## What to produce
Your task is to copy the lines of the data below from the line holding "ulong operator()(size_t i, size_t" through the line holding "ulong reduce_cyclo(const Cyclo&", inclusive, exactly and with nothing added.

[Collected data entries]

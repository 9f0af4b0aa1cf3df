// The trusted modular base shared by the producer (linalg/modular.hpp) and the independent certificate checker
// (cert/checker/): prime records over L = Q(zeta_N)(sqrt(d_1), ..., sqrt(d_m)), reduction of exact values mod p,
// matrices over F_p, order multipliers and the embeddings of L (docs/certificate-format.md, section 7).
//
// A ModularPrime fixes a word-size prime p with p = 1 (mod N), a primitive N-th root of unity w mod p (a root of
// Phi_N mod p) and for every radicand d_j a root s_j with s_j^2 = d_j(w) (mod p). Then
//     zeta -> w,  sqrt(d_j) -> s_j
// is a ring homomorphism from the elements of L whose coefficients have denominators prime to p onto F_p
// (L = K[y_1..y_m]/(y_j^2 - d_j)). reduce_matrix applies it entrywise.
//
// Let R = Z[zeta][b_1 sqrt(d_1), ..., b_m sqrt(d_m)] (b_j the denominator of radicand d_j): an order of L, free
// over Z with basis zeta^a prod_{j in S} b_j sqrt(d_j), so every ModularPrime q defines a ring map R -> F_p whose
// kernel I_q has index p (linalg/modular.hpp states what follows for proofs of zero).
#pragma once
#include <cstdint>
#include <string>
#include <vector>

#include <flint/nmod_vec.h>

#include "zetabraid/linalg/matrix.hpp"

namespace zb {

struct ModularPrime {
  ulong p = 0;
  ulong zeta = 0;            ///< image of zeta_N: a primitive N-th root of unity mod p
  std::vector<ulong> roots;  ///< roots[j]^2 == image of radicand j (mod p), one per radicand of the field
};

/// Checks that (p, zeta, roots) define a homomorphism for this field (p prime, p = 1 mod N, zeta of order
/// exactly N, roots[j]^2 = d_j(zeta), radicand denominators prime to p); InputError saying what fails.
ModularPrime make_prime(const Field& f, ulong p, ulong zeta, std::vector<ulong> roots);

/// `count` primes p = 1 (mod N), the smallest ones >= 2^(bits-1) (bits <= 63) at which every radicand is a nonzero
/// square; zeta = the first a^((p-1)/N) (a = 2, 3, ...) of order N, roots = the smaller of the two square roots.
/// Deterministic.
std::vector<ModularPrime> choose_primes(const Field& f, size_t count, int bits = 62);

/// A matrix over F_p (row-major).
class ModularImage {
 public:
  ModularImage(ulong p, size_t rows, size_t cols);
  ulong prime() const { return mod_.n; }
  const nmod_t& modulus() const { return mod_; }
  size_t rows() const { return r_; }
  size_t cols() const { return c_; }
  ulong& operator()(size_t i, size_t j) { return a_[i * c_ + j]; }
  ulong operator()(size_t i, size_t j) const { return a_[i * c_ + j]; }
  bool is_zero() const;
  friend bool operator==(const ModularImage& x, const ModularImage& y);
  friend bool operator!=(const ModularImage& x, const ModularImage& y) { return !(x == y); }
  friend ModularImage operator*(const ModularImage& x, const ModularImage& y);  ///< MathError on shape mismatch

 private:
  nmod_t mod_;
  size_t r_, c_;
  std::vector<ulong> a_;
};

/// Image of one number; MathError when a coefficient denominator is divisible by p.
ulong reduce_scalar(const Scalar& x, const ModularPrime& q);
ulong reduce_cyclo(const Cyclo& x, const ModularPrime& q);
/// Entrywise image of a matrix; MathError when a denominator is divisible by p.
ModularImage reduce_matrix(const Matrix& m, const ModularPrime& q);

/// A positive integer s with s*x in R for every entry x of m: lcm over the terms c_S prod_{j in S} sqrt(d_j) of
/// den(c_S) * prod_{j in S} b_j.
void order_multiplier(fmpz_t s, const Matrix& m);

/// One embedding of L per complex-conjugate pair (Scalar::ball_at arguments) and its weight: the product of
/// |sigma(x)| over all embeddings is the product of |ball_at(x, a, signs)|^weight over this list.
struct Embedding {
  long a;
  RadicalMask signs;
  int weight;
};
std::vector<Embedding> embeddings_up_to_conjugation(const Field& f);

}  // namespace zb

## Output for this exercise
  ulong operator()(size_t i, size_t j) const { return a_[i * c_ + j]; }
  bool is_zero() const;
  friend bool operator==(const ModularImage& x, const ModularImage& y);
  friend bool operator!=(const ModularImage& x, const ModularImage& y) { return !(x == y); }
  friend ModularImage operator*(const ModularImage& x, const ModularImage& y);  ///< MathError on shape mismatch

 private:
  nmod_t mod_;
  size_t r_, c_;
  std::vector<ulong> a_;
};

/// Image of one number; MathError when a coefficient denominator is divisible by p.
ulong reduce_scalar(const Scalar& x, const ModularPrime& q);
ulong reduce_cyclo(const Cyclo& x, const ModularPrime& q);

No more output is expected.